The solution for this part of the problem is: use double (or as Ben Voigt suggested: store the initial performance counter, and subtract this from new values before converting to float. This would give you at least more head room, but might eventually hit the float resolution limit again, when the application runs for a long time (depends on the growth speed of the performance counter).)

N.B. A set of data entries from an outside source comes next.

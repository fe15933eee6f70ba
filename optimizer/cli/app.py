"""The ``corepace`` command: one subcommand per question a plant asks.

This module holds the parser and the error handling every command shares;
each command is a module of its own in :mod:`optimizer.cli`.

Subcommands
-----------
``validate SCENARIO``
    Check a scenario file and list every problem, one line each.
``dwell SCENARIO``
    The dwell table: every product at every air setting, minutes required,
    fastest belt speed, and why a setting is ruled out.
``plan SCENARIO``
    The shift plan: batches, settings, belt speeds and loading, with the
    bottleneck, shadow prices and an HTML report.
``capacity SCENARIO``
    Most kg per hour and per week for a fixed product mix, and what limits it.
``compare A B ...``
    Several scenarios planned and put side by side.
``sweep STUDY``
    What-if study (:mod:`optimizer.studies.study`): one plan per point, purchases priced.
``calibrate SCENARIO LOG``
    Fit h to a trial run's probe log; write it as a scenario overlay.
``verify SCENARIO LOG``
    Check a logged run against the product's rule, probe by probe.
``schema``
    JSON Schema of scenario files, for editors that check YAML/JSON.

Exit codes
----------
0
    Done.
1
    No feasible plan; the shortfall diagnosis is printed. ``verify``: a probe
    misses the rule (the record is written).
2
    Bad input (scenario file, option): one line per problem on stderr, no
    traceback, nothing written.
3
    Internal error (a bug): one line on stderr; ``--debug`` shows the traceback.

Output files are written atomically (temporary file in the same directory,
then :func:`os.replace`); input files are never written; ``--out`` is created
when missing. The progress display on long steps is shown only when standard
output is a terminal and neither ``--quiet`` nor ``--json`` is given.
"""

from __future__ import annotations

import argparse
import re
import time
import warnings
from collections.abc import Iterator, Sequence
from contextlib import contextmanager

from optimizer.cli import (
    calibrate,
    capacity,
    compare,
    dwell,
    plan,
    schema,
    sweep,
    validate,
    verify,
)
from optimizer.cli.common import (
    EXIT_BAD_INPUT,
    EXIT_INTERNAL,
    BadInput,
    argv_text,
    problems_of,
)
from optimizer.cli.options import Formatter
from optimizer.cli.terminal import Ui
from optimizer.dwell.errors import ThermalInputError, ValidityWarning
from optimizer.planning.inputs import PlanInputError
from optimizer.reporting import export
from optimizer.scenario.provenance import tool_version

__all__ = ["build_parser", "main"]


EPILOG = """\
examples:
  corepace validate configs/demo.yaml
  corepace dwell configs/demo.yaml --out reports/demo
  corepace plan configs/demo.yaml --out reports/demo
  corepace capacity configs/demo.yaml --mix pork-sausage=2,ham-log=1
  corepace compare configs/demo.yaml other.yaml
  corepace sweep study.yaml --out reports/what-if
  corepace calibrate configs/demo.yaml trial.csv --product chicken-fillet --oven rack-oven-1
  corepace verify configs/demo.yaml run.csv --product chicken-fillet --stage cook --oven rack-oven-1
  corepace schema > scenario.schema.json

every command: --help for its options; --quiet, --json; --out DIR where files are written.

exit codes: 0 done, 1 no feasible plan (diagnosis printed) or a verified run
that misses its rule (record written), 2 bad input (one line per problem,
nothing written), 3 internal error.
"""


def build_parser() -> argparse.ArgumentParser:
    """The argument parser of the ``corepace`` command."""
    parser = argparse.ArgumentParser(
        prog="corepace",
        description="Dwell times from heat-transfer physics and shift plans for batch ovens\n"
        "and cooling tunnels. The figures are model estimates for the piece sizes entered;\n"
        "limits come from the plant's food-safety plan and the local regulator, and a plan\n"
        "is validated with calibrated probes in the thickest pieces before use.",
        epilog=EPILOG,
        formatter_class=Formatter,
    )
    parser.add_argument("--version", action="version", version=f"corepace {tool_version()}")
    sub = parser.add_subparsers(dest="command", metavar="COMMAND")
    sub.required = True

    for command in (validate, dwell, plan, capacity, compare, sweep, calibrate, verify, schema):
        command.add_parser(sub)
    return parser


def main(argv: Sequence[str] | None = None) -> int:
    """Run the ``corepace`` command.

    Parameters
    ----------
    argv : sequence of str, optional
        Arguments without the program name; default ``sys.argv[1:]``.

    Returns
    -------
    int
        Exit code: 0 done, 1 no feasible plan, 2 bad input, 3 internal error.
    """
    parser = build_parser()
    try:
        args = parser.parse_args(argv)
    except SystemExit as exc:  # --help, --version, usage errors (argparse exits 2)
        return int(exc.code or 0) if not isinstance(exc.code, str) else EXIT_BAD_INPUT
    args.argv_text = argv_text(argv)
    ui = Ui(quiet=args.quiet, json_mode=args.json)
    start = time.perf_counter()
    extrapolated: dict[str, int] = {}
    try:
        with _validity_notes(extrapolated):
            code = args.func(args, ui)
    except BadInput as exc:
        for line in exc.problems:
            ui.problem(line)
        ui.emit_json({"status": "bad_input", "problems": list(exc.problems)})
        return EXIT_BAD_INPUT
    except KeyboardInterrupt:
        ui.problem("corepace: interrupted; no partial files were left behind")
        return 130
    except Exception as exc:
        if args.debug:
            raise
        bad = _input_error(exc)
        if bad is not None:
            for line in bad:
                ui.problem(line)
            ui.emit_json({"status": "bad_input", "problems": bad})
            return EXIT_BAD_INPUT
        ui.problem(
            f"corepace: internal error: {type(exc).__name__}: {exc} (run with --debug for details)"
        )
        return EXIT_INTERNAL
    if not ui.json_mode and not ui.quiet:
        for text, count in sorted(extrapolated.items()):
            ui.problem(f"note: {text} ({count} case{'s' if count > 1 else ''})")
    if not ui.json_mode and not ui.quiet and args.command != "schema":
        ui.console.print(f"[dim]done in {time.perf_counter() - start:.1f} s[/dim]")
    return code


@contextmanager
def _validity_notes(counts: dict[str, int]) -> Iterator[None]:
    """Collect the physics' out-of-range warnings as one note per kind.

    A correlation used outside its validity range warns once per case with
    the value; a person needs the kind and how often, not a line per cell.
    Other warnings are shown as usual.
    """
    shown = warnings.showwarning

    def show(message, category, filename, lineno, file=None, line=None):
        if issubclass(category, ValidityWarning):
            text = re.sub(r" = [-+0-9.eE]+", "", str(message))
            counts[text] = counts.get(text, 0) + 1
        else:
            shown(message, category, filename, lineno, file, line)

    with warnings.catch_warnings():
        warnings.simplefilter("always", ValidityWarning)
        warnings.showwarning = show
        yield


def _input_error(exc: Exception) -> list[str] | None:
    """Problems when ``exc`` is an input error of a lower layer, else None."""
    if isinstance(exc, export.OutputError | ThermalInputError | PlanInputError):
        return problems_of(exc)
    return None


if __name__ == "__main__":  # pragma: no cover
    raise SystemExit(main())
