def run_stages(*args: Any, **options: Any) -> tuple[History, numeric.Profile]:
    """Simulate a product through given stages and times (no search).

    Parameters as for :func:`run_stages_job`, which this runs on its own.

    Returns
    -------
    (History, numeric.Profile)
        Histories of every stage in one run and the final profile.
    """
    return run_job(run_stages_job(*args, **options))


def run_stages_job(
    product: Any,
    t_initial: ArrayLike | numeric.Profile,
    oven: OvenStage | None,
    dwell: float,
    transfer: TransferStage | None = None,
    zones: Sequence[TunnelZone] = (),
    residence: float = 0.0,
    *,
    scale: float = 1.0,
    n_cells: int | Sequence[int] | None = None,
    steps: int = DEFAULT_STEPS,
) -> Job:
    """Simulate a product through given stages and times (no search), as a job.

    Parameters
    ----------
    product : Product
        The product.
    t_initial : float, array or numeric.Profile
        Temperature at the start [°C].
    oven : OvenStage or None
        Oven stage (None to start at the transfer or the tunnel).
    dwell : float
        Time in the oven [s] (> 0 with an oven, ignored without).
    transfer : TransferStage, optional
        Room-air transfer.
    zones : sequence of TunnelZone
        Tunnel zones (shares sum to 1); may be empty.
    residence : float
        Total tunnel residence [s] (> 0 with zones).
    scale, n_cells, steps
        As for :func:`required_cook`.

    Returns
    -------
    Job
        A generator of :class:`thermal.jobs.RunRequest` whose value is
        (History, numeric.Profile): histories of every stage in one run and
        the final profile.
    """
    product = _scaled(product, scale)
    initial = _check_initial(t_initial, "t_initial")
    if isinstance(initial, numeric.Profile) and n_cells is None:
        cells = tuple(initial.temperature.shape[1:])
    else:
        cells = _cells(product, n_cells)
    t_start = _mean_start(initial)
    segs, names, surfaces = [], [], []
    total = 0.0
    if oven is not None:
        if not isinstance(oven, OvenStage):
            oven = OvenStage(oven)
        dwell = float(positive("dwell [s]", dwell))
        pieces = _oven_surfaces(product, oven, t_start)
        oven_segs = _oven_segments(pieces, dwell)
        segs += oven_segs
        names += ["oven"] * len(oven_segs)
        surfaces += [p[1] for p in pieces[: len(oven_segs)]]  # segment i from piece i
        total += dwell
        t_start = float(oven.air.temperature)
    if transfer is not None:
        s = _stage_surface(product, transfer, t_start)
        segs.append(s.segment(float(transfer.duration)))
        names.append("transfer")
        surfaces.append(s)
        total += float(transfer.duration)
    if zones:
        zones = _check_zones(zones)
        residence = float(positive("residence [s]", residence))
        for i, z in enumerate(zones):
            s = _stage_surface(product, z, t_start)
            segs.append(s.segment(residence * float(z.share)))
            names.append(f"zone {i + 1}")
            surfaces.append(s)
        total += residence
    if not segs:
        raise ThermalInputError("oven: give at least one stage (oven, transfer or zones)")
    res = yield _run(product, initial, segs, cells, batch=1, steps=steps, total=total)
    hist = _member_history(res, 0, names, surfaces)
    n_oven = names.count("oven")
    if n_oven > 1:
        main = surfaces[n_oven - 1]
        hist = _merge_spans(hist, "oven", 0, n_oven - 1, main.t_air, main.h)
    return hist, res.final_state()


def cook_and_chill(
    product: Any,
    t_initial: ArrayLike,
    oven: OvenStage | Any,
    cook_rule: CookRule,
    transfer: TransferStage | None,
    zones: Sequence[TunnelZone],
    chill_rule: ChillRule | FreezeRule,
    *,
    cook_margin: Margin | None = None,
    chill_margin: Margin | None = None,
    scale: float = 1.0,
    **options: Any,
) -> LineResult:
    """Cook to the cook rule, then transfer and chill to the chill rule.

    The oven exit profile of :func:`required_cook` starts
    :func:`required_chill`; the result holds both and the whole history.
    ``options`` (``n_cells``, ``steps``) go to both searches.

    Returns
    -------
    LineResult
    """
    cook = required_cook(
        product, oven, cook_rule, t_initial, margin=cook_margin, scale=scale, **options
    )
    chill = required_chill(
        product, cook, transfer, zones, chill_rule, margin=chill_margin, scale=scale, **options
    )
    return LineResult(cook, chill, cook.history.then(chill.history))
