/// <summary>The outcome of a plan.</summary>
/// <param name="Proposed">Prediction for the proposed sweep at the nominal point; null without a proposed sweep.</param>
/// <param name="ProposedWorstCase">Worst case of the proposed sweep over the ranges; null without ranges or without a proposed sweep.</param>
/// <param name="Recommendation">The recommended sweep; null when no limit was given or no candidate fits the limits.</param>
/// <param name="Scan">Worst-case predictions against the largest bias at the recommended point count (for the plot); empty without a recommendation.</param>
/// <param name="BiasLimitV">The largest |V| the recommendation may reach (from the bias and field limits), null without limits.</param>
/// <param name="FieldThicknessNm">Thickness used to turn the field limit into a bias (the thinnest nominal), null when the model has none.</param>
/// <param name="ComplianceBiasV">The lowest largest bias at which the scan reaches the compliance; null when it never does.</param>
/// <param name="FocusKeys">The parameters the recommendation optimised.</param>
/// <param name="Warnings">Warnings in words.</param>
public sealed record MeasurementPlan(
    SweepPrediction? Proposed,
    WorstCasePrediction? ProposedWorstCase,
    SweepRecommendation? Recommendation,
    ImmutableArray<BiasScanPoint> Scan,
    double? BiasLimitV,
    double? FieldThicknessNm,
    double? ComplianceBiasV,
    ImmutableArray<string> FocusKeys,
    ImmutableArray<string> Warnings);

After fixing this, the stuttering was much less but did not disappear completely. Analyzing the runtime behaviour showed that a frame is skipped now and then. The application GPU command buffer is flushed by Present but the present command remains in the application context queue until the next vsync (even though Present was invoked long before vsync (14ms)). Further analysis showed that a back ground process (f.lux) told the system to set the gamma ramp once in a while. This command required the complete GPU queue to run dry before it was executed. Probably to avoid side effects. This GPU flush was started just before the 'present' command was moved to the GPU queue. The system blocked the video scheduling until the GPU ran dry. This took until the next vsync. So the present packet was not moved to GPU queue until the next frame. The visible effect of this: stutter.
It's unlikely that you're running f.lux on your computer too. But you're probably experiencing a similar background intervention. You'll need to look for the source of the problem on your system yourself. I've written a blog post about how to diagnose frame skips: Diagnose frame skips and stutter in DirectX applications. You'll also find the whole story of diagnosing f.lux as the culprit there.

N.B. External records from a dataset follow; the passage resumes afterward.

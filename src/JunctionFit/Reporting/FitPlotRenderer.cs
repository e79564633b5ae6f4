using System.Globalization;
using JunctionFit.Common;
using JunctionFit.Results;
using OxyPlot;
using OxyPlot.Annotations;
using OxyPlot.Axes;
using OxyPlot.Legends;
using OxyPlot.Series;
using OxyPlot.SkiaSharp;
using SkiaSharp;

namespace JunctionFit.Reporting;
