test('a submission that fails just before its commit stores nothing: the receipt is queued in the same transaction, so no receipt, no bid, no audit entry', async () => {
  const { v, email, tenderId } = await vendorOn(3);
  t.deps.bidHooks = {
    beforeBidCommit: () => Promise.reject(new Error('the connection broke just before the commit')),
  };
  const failed = await v.send('put', `/api/tenders/${tenderId}/bid`, { fixedFee: 700, capacity: 90, prices: pricesFor(3, 20), submit: true, version: null });
  expect(failed.status).toBe(500);
  t.deps.bidHooks = undefined;
  expect(await t.em().count(Bid, { tender: tenderId })).toBe(0);
  expect(await storedLines(tenderId)).toEqual({});
  expect(await receipts(email)).toBe(0);
  expect(await bidEntries(tenderId)).toEqual([]);
  // The same submission sent again is stored, receipted and audited once.
  const again = await v.send('put', `/api/tenders/${tenderId}/bid`, { fixedFee: 700, capacity: 90, prices: pricesFor(3, 20), submit: true, version: null });
  expect(again.status).toBe(200);
  expect(await receipts(email)).toBe(1);
  expect(await bidEntries(tenderId)).toEqual(['bid.submitted']);
});

test('a withdrawal is stored with its receipt and audit entry, and a stale one stores nothing', async () => {
  const { v, email, tenderId } = await vendorOn(2);
  const submitted = await v.send('put', `/api/tenders/${tenderId}/bid`, { fixedFee: 900, capacity: null, prices: pricesFor(2, 30), submit: true, version: null });
  expect(submitted.status).toBe(200);
  const stale = await v.send('post', `/api/tenders/${tenderId}/bid/withdraw`, { version: submitted.body.version + 5 });
  expect(stale.status).toBe(409);
  expect(await t.em().findOneOrFail(Bid, { tender: tenderId })).toMatchObject({ status: 'submitted', version: submitted.body.version });
  const withdrawn = await v.send('post', `/api/tenders/${tenderId}/bid/withdraw`, { version: submitted.body.version });
  expect(withdrawn.status).toBe(200);
  expect(withdrawn.body).toMatchObject({ status: 'withdrawn', version: submitted.body.version + 1, digest: null, revision: 1 });
  expect(await t.em().findOneOrFail(Bid, { tender: tenderId })).toMatchObject({ status: 'withdrawn', digest: null, nonce: null });
  expect(await receipts(email)).toBe(2);
  expect(await bidEntries(tenderId)).toEqual(['bid.submitted', 'bid.withdrawn']);
  const again = await v.send('post', `/api/tenders/${tenderId}/bid/withdraw`, { version: withdrawn.body.version });
  expect(again.status).toBe(409);
  expect(again.body.detail).toBe('This bid is already withdrawn.');
  expect(await receipts(email)).toBe(2);
});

But even if you find the source of your frame skip, I doubt that you'll achieve stable 60fps while dwm window composition is enabled. The reason is, you're not drawing to the screen directly. But instead you draw to a shared surface of dwm. Since it's a shared resource it can be locked by others for an arbitrary amount of time making it impossible for you to keep the frame rate stable for your application. If you really need a stable frame rate, go full screen, or disable window composition (on Windows 7. Windows 8 does not allow disabling window composition):
#include <dwmapi.h>
...
HRESULT hr = DwmEnableComposition(DWM_EC_DISABLECOMPOSITION);
if (!SUCCEEDED(hr)) {
// log message or react in a different way
}
I took a look at your source code and noticed that you only process one window message every frame. For me this caused stuttering in the past.
I would recommend to loop on PeekMessage until it returns zero to indicate that the message queue is exhausted. After that render a frame.
So change:
if (PeekMessageW(&message, 0, 0, 0, PM_REMOVE))
to
while (PeekMessageW(&message, 0, 0, 0, PM_REMOVE))
Edit:
I compiled and ran you code (with another texture) and it displayed the movement smoothly for me. I don't have aero though (Windows 8).
One thing I noticed: You set D3DCREATE_SOFTWARE_VERTEXPROCESSING. Have you tried to set this to D3DCREATE_HARDWARE_VERTEXPROCESSING?